** EXERCISE PROMPT **
Using the data beneath this instruction, retype only the lines from the one that contains "rule set on the" down to the one that contains "for _, m := range meters", both included, exactly as they appear.

** MATERIAL TO PROCESS **
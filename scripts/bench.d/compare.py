"""CPU time, ms, of scipy for four tests of 5,000 values against 5,000: Yuen's,
Mann-Whitney's, Kolmogorov's and Smirnov's, Brown's and Forsythe's. Median of five."""
import time

import numpy as np
from scipy import stats

rng = np.random.default_rng(5000)
x, y = np.round(rng.normal(3, 0.08, 5000), 3), np.round(rng.normal(3.01, 0.08, 5000), 3)
took = []
for _ in range(5):
    start = time.process_time()
    stats.ttest_ind(x, y, equal_var=False, trim=0.2)
    stats.mannwhitneyu(x, y)
    stats.ks_2samp(x, y)
    stats.levene(x, y, center="median")
    took.append(1e3 * (time.process_time() - start))
print(sorted(took)[2])
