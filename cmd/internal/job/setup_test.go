package job

import (
	"math"
	"testing"

	"github.com/stretchr/testify/require"

	"gatesill/store/record"
)

// What the meters were paired with goes to the fit with the points; without the column there
// is none.
func TestCurveOfPairedMeters(t *testing.T) {
	sw := record.Sweep{Columns: []record.Column{
		{Quantity: record.VG, Values: []float64{3, 3.1}}, {Quantity: record.ID, Values: []float64{1e-3, math.NaN()}},
	}, Marks: []record.Mark{{Index: 1, Quantity: record.ID, State: record.Overload}}}
	require.Nil(t, curveOf(&sw).VgBound)
	sw.Columns = append(sw.Columns, record.Column{Quantity: record.PairBound, Values: []float64{0.5e-3, 2e-3}})
	c := curveOf(&sw)
	require.Equal(t, []float64{0.5e-3, 2e-3}, c.VgBound)
	require.True(t, math.IsInf(c.Id[1], 1))
}
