package job

import (
	"math"
	"slices"
	"strings"

	"gatesill/fit"
	"gatesill/fit/compare"
	"gatesill/report"
	"gatesill/store/record"
)

// comparedLot is the lot of a sheet as a comparison sees it.
func comparedLot(s *report.Sheet) compare.Lot {
	l := compare.Lot{
		Name: s.Lot.Name, PChannel: s.Part.Channel == record.PChannel, Populations: max(1, s.Spread.Populations),
		Idle: s.IdleCurrent, DateCode: dateCode(s), Temp: lotTemperature(s),
	}
	if s.Spread.Split != nil {
		l.Parted = s.Spread.Split.Text
	}
	l.At = measuredAt(s)
	verdicts, sittings := s.Verdicts(), newSittings(s)
	for i := range s.Devices {
		d := &s.Devices[i]
		if len(d.Sweeps) == 0 {
			continue
		}
		l.Members = append(l.Members, compare.Member{
			Name: d.Name, Result: d.Result, Control: d.Role == record.Control, Aside: asideOf(d),
			Flagged: verdicts[d.Name].Flagged, Sittings: sittings.of(d),
		})
	}
	return l
}

// asideOf says why a device takes no part; "" where it does.
func asideOf(d *report.Device) string {
	switch st := d.State(); st {
	case fit.Open, fit.Shorted, fit.WrongWayRound, fit.Excluded:
		return report.WordsOf(st).Word
	}
	return ""
}

// dateCode is that of the lot, else the one that all its devices share.
func dateCode(s *report.Sheet) string {
	if s.Lot.DateCode != "" || len(s.Devices) == 0 {
		return s.Lot.DateCode
	}
	code := s.Devices[0].DateCode
	for _, d := range s.Devices {
		if d.DateCode != code {
			return ""
		}
	}
	return code
}

// lotTemperature is the median temperature of the sweeps that count, °C; NaN
// where none has one.
func lotTemperature(s *report.Sheet) float64 {
	var all []float64
	counted(s, func(sw *report.Sweep) {
		if t, ok := sweepTemperature(sw); ok {
			all = append(all, t)
		}
	})
	return median(all)
}

// sweepTemperature is the temperature given for a sweep, else the median of what
// was read during it.
func sweepTemperature(sw *report.Sweep) (float64, bool) {
	if t, ok := sw.Condition.Temp.Get(); ok {
		return t, true
	}
	t := median(slices.DeleteFunc(slices.Clone(sw.Values(record.Temp)), math.IsNaN))
	return t, !math.IsNaN(t)
}

// median of a list, which it sorts; NaN of none.
func median(xs []float64) float64 {
	n := len(xs)
	if n == 0 {
		return math.NaN()
	}
	slices.Sort(xs)
	return (xs[(n-1)/2] + xs[n/2]) / 2
}

// What the time of the first reading of a lot rests on.
const (
	fromReading = "first reading"
	fromSession = "start of its session"
	fromImport  = "import of its file"
)

// moment is a time told of the readings of a lot, a stamp or a bare date, and what
// tells it.
type moment struct{ at, from string }

// momentsOf gathers what is told of when the sweeps of a lot were taken: by the
// readings themselves, by their session, and by the import of their file, before which
// they were there. Set-aside sweeps count: their values have been seen.
func momentsOf(s *report.Sheet) []moment {
	started, imported := map[string]string{}, map[string]string{}
	for _, x := range s.Sessions {
		started[x.ID] = x.StartedAt
	}
	for _, x := range s.Sources {
		imported[x.ID] = x.ImportedAt
	}
	var out []moment
	for i := range s.Devices {
		for j := range s.Devices[i].Sweeps {
			sw := &s.Devices[i].Sweeps[j]
			out = append(out, moment{sw.MeasuredAt, fromReading}, moment{started[sw.SessionID], fromSession}, moment{imported[sw.SourceID], fromImport})
		}
	}
	return out
}

// earliest of moments; zero where none has a time. A bare date sorts before every
// stamp of its day.
func earliest(ms []moment) (e moment) {
	for _, m := range ms {
		if m.at != "" && (e.at == "" || m.at < e.at) {
			e = m
		}
	}
	return e
}

// firstReading is when the first reading of a lot was there at the latest: the
// earliest of all that is told of its sweeps. What stood in the store before a rule
// was set had been seen, whatever date its file gives.
func firstReading(s *report.Sheet) (at, from string) {
	m := earliest(momentsOf(s))
	return m.at, m.from
}

// setBefore reports whether a rule was set before the first reading of a lot. Stamps
// compare as texts, and a day alone comes before every time on it: a rule set on the
// day of the first reading is not known to be older.
func setBefore(s *report.Sheet, set string) bool {
	at, _ := firstReading(s)
	return set != "" && (at == "" || set < at)
}

// measuredAt is when a lot was measured by what its sweeps or their sessions say, its
// place in the run of lots; "" where they say nothing: the import of a file is no time
// of measuring.
func measuredAt(s *report.Sheet) string {
	return earliest(slices.DeleteFunc(momentsOf(s), func(m moment) bool { return m.from == fromImport })).at
}

// sittings tells session and meters behind the sweeps of one lot.
type sittings struct {
	session map[string]record.Session
}

func newSittings(s *report.Sheet) sittings {
	m := map[string]record.Session{}
	for _, x := range s.Sessions {
		m[x.ID] = x
	}
	return sittings{m}
}

// of gives the sittings behind the values of a device.
func (t sittings) of(d *report.Device) []compare.Sitting {
	var out []compare.Sitting
	for i := range d.Sweeps {
		if sw := &d.Sweeps[i]; sw.Result.State != fit.Excluded {
			out = append(out, compare.Sitting{Session: t.name(&sw.Sweep), Meters: metersText(t.session[sw.SessionID].Bench, sw.Instruments)})
		}
	}
	return out
}

// name tells one session from another across lots: each lot has records of its
// own, so that only a name given by the person joins two. Sweeps without a session
// are those of one file and day.
func (t sittings) name(sw *record.Sweep) string {
	s, ok := t.session[sw.SessionID]
	switch {
	case !ok && sw.SourceID == "":
		return ""
	case !ok:
		return strings.Join([]string{"file", sw.SourceID, day(sw.MeasuredAt)}, "\x1f")
	case s.Name == "":
		return s.ID
	}
	return strings.Join([]string{"named", s.Name, s.Bench, s.Operator, s.Fixture, day(s.StartedAt)}, "\x1f")
}

// metersText writes bench and meters that enter a gate voltage at a current; ""
// where neither the bench nor one of them has a name.
func metersText(bench string, meters []record.Instrument) string {
	var words []string
	named := bench != ""
	for _, m := range meters {
		if m.Role == "gate" || m.Role == "current" || m.Role == "load" || m.Role == "drain" {
			words = append(words, strings.TrimSpace(m.Role+" "+m.Name+" "+m.Serial))
			named = named || m.Name+m.Serial != ""
		}
	}
	if words == nil || !named {
		return ""
	}
	slices.Sort(words)
	return strings.Join(append([]string{bench}, words...), "\x1f")
}
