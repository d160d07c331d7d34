package job

import (
	"fmt"
	"math"
	"slices"

	"gatesill/fit"
	"gatesill/fit/lot"
	"gatesill/report"
	"gatesill/store"
	"gatesill/store/record"
)

// specify holds the lot against the limits of its data sheet, by the rules that are
// stored with it.
func specify(s *report.Sheet) {
	l := &s.Lot
	s.Spec = lot.SpecOf(lotDevices(s), lot.SpecOptions{
		Min: s.Part.VgsthMin.Float(), Max: s.Part.VgsthMax.Float(),
		PChannel: s.Part.Channel == record.PChannel, Depletion: s.Part.Mode == record.Depletion,
		Guard: lot.Guard(l.Guard), GuardSet: ruleSet(s, l.Guard.Unit != "", s.GuardSetAt),
		SendBack: l.SendBack == "outside-limits", SendBackSet: ruleSet(s, l.SendBack != "", s.SendBackSetAt),
		Populations: s.Spread.Populations,
	})
}

// ruleSet tells whether a rule of the lot was set before its first reading.
func ruleSet(s *report.Sheet, given bool, at string) string {
	switch {
	case !given:
		return lot.RuleNone
	case setBefore(s, at):
		return lot.RuleBefore
	}
	return lot.RuleAfter
}

// rulesSetAt finds in the audit trail when the two rules of a lot were set last, of
// which the lot itself has one time for both, and the idle current of its part.
func rulesSetAt(tx *store.Tx, s *report.Sheet) error {
	trail, err := tx.Changes("lot", s.Lot.ID)
	if err != nil {
		return err
	}
	s.GuardSetAt, s.SendBackSetAt = s.Lot.DecidedAt, s.Lot.DecidedAt
	for _, rule := range []struct {
		at     *string
		fields []string
	}{{&s.GuardSetAt, []string{"guard", "guard_unit"}}, {&s.SendBackSetAt, []string{"send_back"}}} {
		for _, c := range trail {
			if c.Field == "created" || slices.Contains(rule.fields, c.Field) {
				*rule.at = c.At
			}
		}
	}
	part, err := tx.Changes("part", s.Part.ID)
	for _, c := range part {
		if c.Field == "created" || c.Field == "idle_current_a" {
			s.IdleSetAt = c.At
		}
	}
	return err
}

// Voltages and currents count as those of the data sheet within these shares of
// them: V_GS(th) follows V_DS by some millivolts a volt (common practice, no source),
// and the current is computed, not read.
const (
	likeVDS     = 0.1
	likeCurrent = 1e-3
)

// sheetCurrent reports whether V_GS(th) was taken at the part's test current, or the
// part has none.
func sheetCurrent(s *report.Sheet) bool {
	test, ok := s.Part.TestCurrent.Get()
	return !ok || math.Abs(s.TestCurrent-test) <= likeCurrent*test
}

// unlikeSheet says why the V_GS(th) of a device cannot be held against the limits of
// the data sheet, which hold at one test current and with V_DS given or, where none
// is, with the drain tied to the gate; "" when it can.
func unlikeSheet(s *report.Sheet, d *report.Device) string {
	if !s.Part.VgsthMin.IsKnown() && !s.Part.VgsthMax.IsKnown() {
		return ""
	}
	test, ok := s.Part.TestCurrent.Get()
	if !ok {
		return "the part has no test current that its limits hold at (lot edit --test-current)"
	}
	if !sheetCurrent(s) {
		return fmt.Sprintf("V_GS(th) was taken at %s, the limits hold at %s", report.FormatGiven(s.TestCurrent, "A"), report.FormatGiven(test, "A"))
	}
	for i := range d.Sweeps {
		sw := &d.Sweeps[i]
		if sw.Excluded || sw.Result.State == fit.Excluded {
			continue
		}
		if text := unlikeDrain(&sw.Condition, s.Part.TestVDS, test); text != "" {
			return text
		}
	}
	return ""
}

// unlikeDrain compares the drain voltage of a sweep at the test current with that of
// the data sheet.
func unlikeDrain(c *record.Condition, want record.Num, test float64) string {
	limits := "the limits hold with the drain tied to the gate (lot edit --test-vds says otherwise)"
	if want.IsKnown() {
		limits = "the limits hold at V_DS = " + report.FormatGiven(want.Float(), "V")
	}
	vds, how := math.NaN(), ""
	switch c.Circuit {
	case record.NoCircuit:
		return "the circuit of the readings was not given, and " + limits
	case record.Diode:
		if !want.IsKnown() {
			return ""
		}
		return "measured with the drain tied to the gate, and " + limits
	case record.Fixed:
		vds, how = math.Abs(c.VDS.Float()), "measured at V_DS = %s"
	case record.Load:
		vds, how = math.Abs(c.VDD.Float())-test*c.RL.Or(0), "measured with R_L, at V_DS near %s"
	}
	if math.IsNaN(vds) {
		return "V_DS of the readings was not given, and " + limits
	}
	if w := math.Abs(want.Float()); math.Abs(vds-w) <= likeVDS*w {
		return ""
	}
	return fmt.Sprintf(how, report.FormatTwoDigits(vds, "V")) + ", and " + limits
}

// reached is the greatest gate voltage that a device was given in the direction that
// turns it on, 0 where none is known.
func reached(s *report.Sheet, d *report.Device) float64 {
	most := 0.0
	for i := range d.Sweeps {
		if d.Sweeps[i].Excluded {
			continue
		}
		for _, v := range d.Sweeps[i].Curve.Vg {
			if v *= s.Part.Sign(); v > most && !math.IsInf(v, 0) {
				most = v
			}
		}
	}
	return most
}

** ANSWER BOX **
// compare as texts, and a day alone comes before every time on it: a rule set on the
// day of the first reading is not known to be older.
func setBefore(s *report.Sheet, set string) bool {
	at, _ := firstReading(s)
	return set != "" && (at == "" || set < at)
}

// measuredAt is when a lot was measured by what its sweeps or their sessions say, its
// place in the run of lots; "" where they say nothing: the import of a file is no time
// of measuring.
func measuredAt(s *report.Sheet) string {
	return earliest(slices.DeleteFunc(momentsOf(s), func(m moment) bool { return m.from == fromImport })).at
}

// sittings tells session and meters behind the sweeps of one lot.
type sittings struct {
	session map[string]record.Session
}

func newSittings(s *report.Sheet) sittings {
	m := map[string]record.Session{}
	for _, x := range s.Sessions {
		m[x.ID] = x
	}
	return sittings{m}
}

// of gives the sittings behind the values of a device.
func (t sittings) of(d *report.Device) []compare.Sitting {
	var out []compare.Sitting
	for i := range d.Sweeps {
		if sw := &d.Sweeps[i]; sw.Result.State != fit.Excluded {
			out = append(out, compare.Sitting{Session: t.name(&sw.Sweep), Meters: metersText(t.session[sw.SessionID].Bench, sw.Instruments)})
		}
	}
	return out
}

// name tells one session from another across lots: each lot has records of its
// own, so that only a name given by the person joins two. Sweeps without a session
// are those of one file and day.
func (t sittings) name(sw *record.Sweep) string {
	s, ok := t.session[sw.SessionID]
	switch {
	case !ok && sw.SourceID == "":
		return ""
	case !ok:
		return strings.Join([]string{"file", sw.SourceID, day(sw.MeasuredAt)}, "\x1f")
	case s.Name == "":
		return s.ID
	}
	return strings.Join([]string{"named", s.Name, s.Bench, s.Operator, s.Fixture, day(s.StartedAt)}, "\x1f")
}

// metersText writes bench and meters that enter a gate voltage at a current; ""
// where neither the bench nor one of them has a name.
func metersText(bench string, meters []record.Instrument) string {
	var words []string
	named := bench != ""
	for _, m := range meters {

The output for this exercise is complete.